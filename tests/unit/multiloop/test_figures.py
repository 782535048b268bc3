"""Unit tests of audit.multiloop.figures.

Consistency checks against the single-loop engine (audit.frequency, itself validated against
python-control in tests/reference): a group without couplings is its loops side by side, so every
figure must equal the single-loop one. Published values and the Pade cross-check are in
tests/reference/test_multiloop_reference.py.
"""

from __future__ import annotations

import math

import numpy as np
import pytest

from audit.frequency import evaluate
from audit.loop import Controller, LoopModel, make_process
from audit.multiloop.figures import (GroupModel, analyse_group, detuned, group_stability, loop_matrix, rga)


def loops():
    """Three single loops of different kinds (test data): fopdt/PI, ipdt/PI with filter and sample, sopdt/PID."""
    return (
        LoopModel("A", make_process("fopdt", 1.5, 40.0, dead_time=4.0), Controller("ideal", kc=2.0, ti=30.0)),
        LoopModel("B", make_process("ipdt", 0.02, dead_time=3.0), Controller("ideal", kc=3.0, ti=80.0),
                  pv_filter=1.0, sample=1.0),
        LoopModel("C", make_process("sopdt", -2.0, 30.0, 5.0, dead_time=2.0),
                  Controller("series", kc=1.2, ti=30.0, td=5.0), sign=-1.0),
    )


def test_uncoupled_group_equals_single_loops():
    """A block-diagonal group: stability, Ms, gain and phase margins equal the single-loop engine's."""
    ls = loops()
    g = GroupModel(tuple(m.tag for m in ls), ls, {})
    fig = analyse_group(g)
    alone = evaluate(list(ls))
    assert fig.stability.stable == bool(alone["stable"].all())
    for i, lp in enumerate(fig.loops):
        assert lp.ms == pytest.approx(alone["ms"][i], rel=1e-4)
        assert lp.gm == pytest.approx(alone["gm"][i], rel=1e-4)
        assert lp.pm_deg == pytest.approx(alone["pm_deg"][i], abs=1e-2)
        assert lp.wc_rad_s == pytest.approx(alone["wc_rad_s"][i], rel=1e-4)
    assert fig.sigma_peak.value == pytest.approx(alone["ms"].max(), rel=1e-4)


def test_uncoupled_unstable_loop_counts():
    """One loop made unstable alone (gain x 6): the group has the engine's count of closed-loop RHP poles."""
    a, b, c = loops()
    a = a.with_controller(Controller("ideal", kc=12.0, ti=30.0))
    g = GroupModel(("A", "B", "C"), (a, b, c), {})
    st = group_stability(g)
    alone = evaluate([a, b, c])
    assert not st.stable
    assert st.rhp_closed == int(alone["rhp_closed"].sum())


def test_loop_matrix_diagonal_is_single_loop_L():
    """The diagonal of L(jw) is LoopModel.L(w) exactly (same formula, exact delays)."""
    ls = loops()
    w = np.geomspace(1e-4, 10, 50)
    L = loop_matrix(GroupModel(("A", "B", "C"), ls, {(0, 1): make_process("fopdt", 0.3, 10.0, dead_time=1.0)}), 1j * w)
    for i, m in enumerate(ls):
        np.testing.assert_allclose(L[:, i, i], m.L(w), rtol=1e-12)


def test_high_frequency_gain_with_delay_not_decided():
    """A biproper element with dead time and a large high-frequency gain: the tail cannot be bounded,
    the group is reported not stable with a note (as the single-loop engine does for |L(inf)| >= 1)."""
    a, b, _ = loops()
    a = LoopModel("A", make_process("tf", num=[3.0, 1.0], den=[1.0, 1.0], dead_time=1.0),
                  Controller("ideal", kc=1.0, ti=10.0))
    st = group_stability(GroupModel(("A", "B"), (a, b), {(1, 0): make_process("fopdt", 0.1, 10.0, dead_time=2.0)}))
    assert not st.stable and st.rhp_closed is None and "high-frequency" in st.note


def test_rga_rows_and_columns_sum_to_one_complex():
    """Bristol (1966): every row and column of the RGA sums to 1, at any frequency (random complex matrices)."""
    rng = np.random.default_rng(7)
    G = rng.normal(size=(20, 4, 4)) + 1j * rng.normal(size=(20, 4, 4))
    lam = rga(G)
    np.testing.assert_allclose(lam.sum(axis=-1), 1.0, atol=1e-10)
    np.testing.assert_allclose(lam.sum(axis=-2), 1.0, atol=1e-10)
    assert np.isnan(rga(np.ones((2, 2)))).all()


def test_detuned_forms():
    """Luyben's detuning: gain / F, integral time x F; the parallel form keeps ti = kp/ki and td = kd/kp the same way."""
    c = detuned(Controller("ideal", kc=2.0, ti=10.0, td=1.0), 2.0)
    assert (c.kc, c.ti, c.td) == (1.0, 20.0, 1.0)
    p = detuned(Controller("parallel", kp=2.0, ki=0.2, kd=2.0), 2.0)
    assert p.kp == 1.0 and p.kp / p.ki == pytest.approx(20.0) and p.kd / p.kp == pytest.approx(1.0)


def test_cascade_outer_loop_in_a_group_keeps_its_inner_loop():
    """A cascade's outer loop (inner_pv) in a group: its diagonal element is the composed single-loop L
    (inner set-point response inside, exact delays), and an uncoupled group of it and another loop has the
    single-loop engine's verdict and Ms."""
    inner = LoopModel("FIC-1", make_process("fopdt", 1.0, 5.0, dead_time=0.5), Controller("ideal", kc=1.0, ti=5.0))
    outer = LoopModel("TIC-1", make_process("fopdt", 1.5, 120.0, dead_time=10.0), Controller("ideal", kc=2.0, ti=120.0),
                      inner=inner)
    a = loops()[0]
    g = GroupModel(("TIC-1", "A"), (outer, a), {})
    w = np.geomspace(1e-4, 1.0, 40)
    np.testing.assert_allclose(loop_matrix(g, 1j * w)[:, 0, 0], outer.L(w), rtol=1e-12)
    fig = analyse_group(g)
    alone = evaluate([outer, a])
    assert fig.stability.stable == bool(alone["stable"].all())
    assert fig.loops[0].ms == pytest.approx(alone["ms"][0], rel=1e-4)


def test_integrating_coupling_into_a_self_regulating_loop_drifts():
    """Closed form (steady state): if loop A's output integrates into B's PV while B's own process is
    self-regulating, A must rest at zero output and B's PV integrator can sit anywhere, offset by B's
    output: a closed-loop pole at s = 0, so the group is not stable. The same coupling into an integrating
    PV (a tank with two inflows: one integrator) leaves no pole at s = 0."""
    a = LoopModel("A", make_process("fopdt", 1.0, 20.0, dead_time=2.0), Controller("ideal", kc=1.0, ti=20.0))
    b = LoopModel("B", make_process("fopdt", 1.0, 30.0, dead_time=3.0), Controller("ideal", kc=1.0, ti=30.0))
    cpl = {(1, 0): make_process("ipdt", 0.002, dead_time=2.0)}
    st = group_stability(GroupModel(("A", "B"), (a, b), cpl))
    assert not st.stable and st.at_zero == 1 and st.rhp_closed == 0 and "s = 0" in st.note
    b_int = LoopModel("B", make_process("ipdt", 0.01, dead_time=3.0), Controller("ideal", kc=2.0, ti=300.0))
    st2 = group_stability(GroupModel(("A", "B"), (a, b_int), cpl))
    assert st2.at_zero == 0 and st2.stable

■ ■ ■ ■

For this exercise, repeat the data above exactly.

## Response to this exercise
filename tests/unit/multiloop/test_figures.py
repository 782535048b268bc3
"""Unit tests of audit.multiloop.figures.

Consistency checks against the single-loop engine (audit.frequency, itself validated against
python-control in tests/reference): a group without couplings is its loops side by side, so every
figure must equal the single-loop one. Published values and the Pade cross-check are in
tests/reference/test_multiloop_reference.py.
"""

from __future__ import annotations

import math

import numpy as np
import pytest

from audit.frequency import evaluate
from audit.loop import Controller, LoopModel, make_process
from audit.multiloop.figures import (GroupModel, analyse_group, detuned, group_stability, loop_matrix, rga)


def loops():
    """Three single loops of different kinds (test data): fopdt/PI, ipdt/PI with filter and sample, sopdt/PID."""
    return (
        LoopModel("A", make_process("fopdt", 1.5, 40.0, dead_time=4.0), Controller("ideal", kc=2.0, ti=30.0)),
        LoopModel("B", make_process("ipdt", 0.02, dead_time=3.0), Controller("ideal", kc=3.0, ti=80.0),
                  pv_filter=1.0, sample=1.0),
        LoopModel("C", make_process("sopdt", -2.0, 30.0, 5.0, dead_time=2.0),
                  Controller("series", kc=1.2, ti=30.0, td=5.0), sign=-1.0),
    )


def test_uncoupled_group_equals_single_loops():
    """A block-diagonal group: stability, Ms, gain and phase margins equal the single-loop engine's."""
    ls = loops()
    g = GroupModel(tuple(m.tag for m in ls), ls, {})
    fig = analyse_group(g)
    alone = evaluate(list(ls))
    assert fig.stability.stable == bool(alone["stable"].all())
    for i, lp in enumerate(fig.loops):
        assert lp.ms == pytest.approx(alone["ms"][i], rel=1e-4)
        assert lp.gm == pytest.approx(alone["gm"][i], rel=1e-4)
        assert lp.pm_deg == pytest.approx(alone["pm_deg"][i], abs=1e-2)
        assert lp.wc_rad_s == pytest.approx(alone["wc_rad_s"][i], rel=1e-4)
    assert fig.sigma_peak.value == pytest.approx(alone["ms"].max(), rel=1e-4)


def test_uncoupled_unstable_loop_counts():
    """One loop made unstable alone (gain x 6): the group has the engine's count of closed-loop RHP poles."""
    a, b, c = loops()
    a = a.with_controller(Controller("ideal", kc=12.0, ti=30.0))
    g = GroupModel(("A", "B", "C"), (a, b, c), {})
    st = group_stability(g)
    alone = evaluate([a, b, c])
    assert not st.stable
    assert st.rhp_closed == int(alone["rhp_closed"].sum())


def test_loop_matrix_diagonal_is_single_loop_L():
    """The diagonal of L(jw) is LoopModel.L(w) exactly (same formula, exact delays)."""
    ls = loops()
    w = np.geomspace(1e-4, 10, 50)
    L = loop_matrix(GroupModel(("A", "B", "C"), ls, {(0, 1): make_process("fopdt", 0.3, 10.0, dead_time=1.0)}), 1j * w)
    for i, m in enumerate(ls):
        np.testing.assert_allclose(L[:, i, i], m.L(w), rtol=1e-12)


def test_high_frequency_gain_with_delay_not_decided():
    """A biproper element with dead time and a large high-frequency gain: the tail cannot be bounded,
    the group is reported not stable with a note (as the single-loop engine does for |L(inf)| >= 1)."""
    a, b, _ = loops()
    a = LoopModel("A", make_process("tf", num=[3.0, 1.0], den=[1.0, 1.0], dead_time=1.0),
                  Controller("ideal", kc=1.0, ti=10.0))
    st = group_stability(GroupModel(("A", "B"), (a, b), {(1, 0): make_process("fopdt", 0.1, 10.0, dead_time=2.0)}))
    assert not st.stable and st.rhp_closed is None and "high-frequency" in st.note


def test_rga_rows_and_columns_sum_to_one_complex():
    """Bristol (1966): every row and column of the RGA sums to 1, at any frequency (random complex matrices)."""
    rng = np.random.default_rng(7)
    G = rng.normal(size=(20, 4, 4)) + 1j * rng.normal(size=(20, 4, 4))
    lam = rga(G)
    np.testing.assert_allclose(lam.sum(axis=-1), 1.0, atol=1e-10)
    np.testing.assert_allclose(lam.sum(axis=-2), 1.0, atol=1e-10)
    assert np.isnan(rga(np.ones((2, 2)))).all()


def test_detuned_forms():
    """Luyben's detuning: gain / F, integral time x F; the parallel form keeps ti = kp/ki and td = kd/kp the same way."""
    c = detuned(Controller("ideal", kc=2.0, ti=10.0, td=1.0), 2.0)
    assert (c.kc, c.ti, c.td) == (1.0, 20.0, 1.0)
    p = detuned(Controller("parallel", kp=2.0, ki=0.2, kd=2.0), 2.0)
    assert p.kp == 1.0 and p.kp / p.ki == pytest.approx(20.0) and p.kd / p.kp == pytest.approx(1.0)


def test_cascade_outer_loop_in_a_group_keeps_its_inner_loop():
    """A cascade's outer loop (inner_pv) in a group: its diagonal element is the composed single-loop L
    (inner set-point response inside, exact delays), and an uncoupled group of it and another loop has the
    single-loop engine's verdict and Ms."""
    inner = LoopModel("FIC-1", make_process("fopdt", 1.0, 5.0, dead_time=0.5), Controller("ideal", kc=1.0, ti=5.0))
    outer = LoopModel("TIC-1", make_process("fopdt", 1.5, 120.0, dead_time=10.0), Controller("ideal", kc=2.0, ti=120.0),
                      inner=inner)
    a = loops()[0]
    g = GroupModel(("TIC-1", "A"), (outer, a), {})
    w = np.geomspace(1e-4, 1.0, 40)
    np.testing.assert_allclose(loop_matrix(g, 1j * w)[:, 0, 0], outer.L(w), rtol=1e-12)
    fig = analyse_group(g)
    alone = evaluate([outer, a])
    assert fig.stability.stable == bool(alone["stable"].all())
    assert fig.loops[0].ms == pytest.approx(alone["ms"][0], rel=1e-4)


def test_integrating_coupling_into_a_self_regulating_loop_drifts():
    """Closed form (steady state): if loop A's output integrates into B's PV while B's own process is
    self-regulating, A must rest at zero output and B's PV integrator can sit anywhere, offset by B's
    output: a closed-loop pole at s = 0, so the group is not stable. The same coupling into an integrating
    PV (a tank with two inflows: one integrator) leaves no pole at s = 0."""
    a = LoopModel("A", make_process("fopdt", 1.0, 20.0, dead_time=2.0), Controller("ideal", kc=1.0, ti=20.0))
    b = LoopModel("B", make_process("fopdt", 1.0, 30.0, dead_time=3.0), Controller("ideal", kc=1.0, ti=30.0))
    cpl = {(1, 0): make_process("ipdt", 0.002, dead_time=2.0)}
    st = group_stability(GroupModel(("A", "B"), (a, b), cpl))
    assert not st.stable and st.at_zero == 1 and st.rhp_closed == 0 and "s = 0" in st.note
    b_int = LoopModel("B", make_process("ipdt", 0.01, dead_time=3.0), Controller("ideal", kc=2.0, ti=300.0))
    st2 = group_stability(GroupModel(("A", "B"), (a, b_int), cpl))
    assert st2.at_zero == 0 and st2.stable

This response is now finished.